Надя понюхала вино, посмаковала глоточек и заела шоколадом. Ее немного потянуло домой.
— Он начинает искать в мире ценности, — продолжал Федор Анатольевич, — которые когда-то утратил. Более идиотского занятия нельзя и выдумать.
Надя сказала:
— Федор Анатольевич, мне пора домой.
— Да, конечно. Сейчас, только расплатимся.
— Но если вы хотите, посидим еще?
— Зачем же, сейчас пойдем.
— Я передумала, мы будем сидеть тут до закрытия. А после поедем в ночной бар. В «России» есть ночной бар.
Пугачев махнул официантке, расплатился рублями и мелочью. Оставил на чай полтинник.
— Какой вы щедрый, — сказала Надя.
Пугачев на нее не глядел больше. Он решал, следует ли ему допить вино, которого еще порядком оставалось в графинчике. И решил, что следует, то есть обязательно надо допить. Раз уплачено. Он подумал, что зря так распинался перед Надей, и не просто распинался, а жулился выглядеть поинтересней. Вот уж истинно — со свиным рылом в калашный ряд. Но что поделаешь, если накатила такая минута… Сейчас они расстанутся и, скорей всего, больше никогда не увидятся. Это справедливо.

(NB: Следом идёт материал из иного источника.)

// Shared helpers of the node writers of the interoperability corpus: the
// same data and manifest fragments as common.py (see there).

import fs from "node:fs";
import path from "node:path";
import { fileURLToPath } from "node:url";

const here = path.dirname(fileURLToPath(import.meta.url));

export const BASE = ["client_id", "site", "client_type", "coached", "baseline", "hours", "earnings"];
export const ERRORS = ["#N/A", "#DIV/0!"];
export const ERROR_ROWS = [7, 23]; // 1-based data rows, as in common.py

export function outDir() {
  const d = process.env.INTEROP_OUT;
  if (!d) throw new Error("INTEROP_OUT is not set");
  return d;
}

export function version(pkg) {
  const p = JSON.parse(fs.readFileSync(path.join(here, "node_modules", pkg, "package.json"), "utf8"));
  return `${pkg} ${p.version}`;
}

export function loadRows() {
  const text = fs.readFileSync(path.join(outDir(), "data.csv"), "utf8").trim().split("\n");
  const head = text[0].split(",");
  return text.slice(1).map((line) => {
    const f = Object.fromEntries(line.split(",").map((v, i) => [head[i], v]));
    const [y, m, d] = f.visit_date.split("-").map(Number);
    return {
      client_id: Number(f.client_id),
      site: f.site,
      client_type: f.client_type,
      coached: Number(f.coached),
      baseline: Number(f.baseline),
      baseline_text: f.baseline,
      hours_a: Number(f.hours_a),
      hours_b: Number(f.hours_b),
      hours: Number(f.hours),
      earnings: Number(f.earnings),
      earnings_raw: Number(f.earnings_raw),
      visit_date: new Date(Date.UTC(y, m - 1, d)),
      visit_date_text: f.visit_date,
      consented: f.consented === "TRUE",
    };
  });
}

export function spec(over = {}) {
  return { outcome: "earnings", treatment: "coached", treated: "", moderator: "client_type",
    controls: ["baseline"], variance: "HC3", ...over };
}

export function entry(file, writer, family, o = {}) {
  const e = { file, writer, family, sheet: "", header_row: 0, table: "", spec: spec(),
    expect: "match", reason: "", formula_columns: {}, checks: [], notes: "",
    _fit: { ids: null, controls: ["baseline"] }, _verify: [] };
  for (const [k, v] of Object.entries(o)) {
    if (k === "fit_ids") e._fit.ids = v;
    else if (k === "fit_controls") e._fit.controls = v;
    else if (k === "verify") e._verify = v;
    else e[k] = v;
  }
  return e;
}

export function idsWithoutRows(rows, drop) {
  return rows.filter((_, i) => !drop.includes(i + 1)).map((r) => r.client_id);
}

export function saveFragments(name, items) {
  const d = process.env.INTEROP_FRAGMENTS;
  if (!d) throw new Error("INTEROP_FRAGMENTS is not set");
  fs.writeFileSync(path.join(d, `${name}.json`), JSON.stringify(items, null, 1));
}

export function target(rel) {
  const p = path.join(outDir(), rel);
  fs.mkdirSync(path.dirname(p), { recursive: true });
  return p;
}

export const DOC_TIME = new Date(Date.UTC(2024, 2, 1, 9, 0, 0));
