// sameBackup is an existing backup of the workbook stem+ext in dir whose
// bytes are orig, or "". Only files named as Slopewise names its backups
// are looked at, and only those of orig's size are read.
func sameBackup(dir, stem, ext string, orig []byte) string {
	pattern := filepath.Join(dir, globEscape(stem)+" (before Slopewise *)"+globEscape(ext))
	names, _ := filepath.Glob(pattern)
	for _, n := range names {
		info, err := os.Lstat(n)
		if err != nil || !info.Mode().IsRegular() || info.Size() != int64(len(orig)) {
			continue
		}
		if b, err := os.ReadFile(n); err == nil && bytes.Equal(b, orig) {
			return n
		}
	}
	return ""
}

// globEscape quotes the characters filepath.Match gives a meaning to.
func globEscape(s string) string {
	var b strings.Builder
	for _, r := range s {
		if strings.ContainsRune(`*?[\`, r) {
			if runtime.GOOS == "windows" {
				// No escape character there: a class of one.
				b.WriteString("[" + string(r) + "]")
				continue
			}
			b.WriteByte('\\')
		}
		b.WriteRune(r)
	}
	return b.String()
}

— Я забыла спросить, — напомнила о себе Надя, — как у вас кончилось тогда, с затоплением?
— Сто рубликов у меня отхапал товарищ Пименов. Да-с, идемте?
Он встал и пошел к выходу, не оглядываясь. Нервы его были не в порядке. В последнее время его настроения быстро менялись, и он ничего не мог с собой поделать. Сейчас смех, а тут же рядом — черная меланхолия, будто кто-то раз за разом совал его в прорубь и вытаскивал на солнышко. Кто-то безжалостный над ним куражился.
Помогая Наде одеваться, придерживая ее шубку, он вдохнул незнакомый слабый аромат ее волос. «Чудо, — подумал он. — Она вся чудо! А я старый издерганный хрыч».
На улице ветер стих, было морозно и необыкновенно светло.
— Как же Алеша один дома? — спросила Надя.
— Он привык.
— Вы часто уходите по вечерам?
— Бывает. Я подрабатываю, даю уроки математики оболтусам, которых родители прочат в институт.
— Ах, так вы репетиторствуете? Вот откуда эти шальные полтинники на чай.
Они дошли до остановки автобуса.
— Может быть, пройдем пешком немного? — нерешительно предложила Надя, поражаясь собственным словам.
— Как угодно.
— А вам не угодно?
— Мне угодно, что вам угодно.
— Не умеете вы ухаживать, Федор Анатольевич. Знаете, как за мной мальчики в университете ухаживают? С трепетом, — она соврала, конечно. Никто за ней, собственно, не ухаживал, если не считать Виктора Муравьева. Так тот не ухаживал, а подстерегал.
— Вам все к лицу, Надя, кроме пошлой игривости.
— Федор Анатольевич, а почему вы то «ты» мне говорите, то «вы». Давайте перейдем на «ты». Можно, я буду называть вас Федей?
— Пожалуйста. Если угодно.
— Угодно, угодно. Посмотри, Федя, какой прекрасный зимний вечер. Стоит ли в такой вечер закапываться носом в землю… Посмотри, какая красивая девушка шагает рядом с тобой. Ну, погляди на меня, Федор.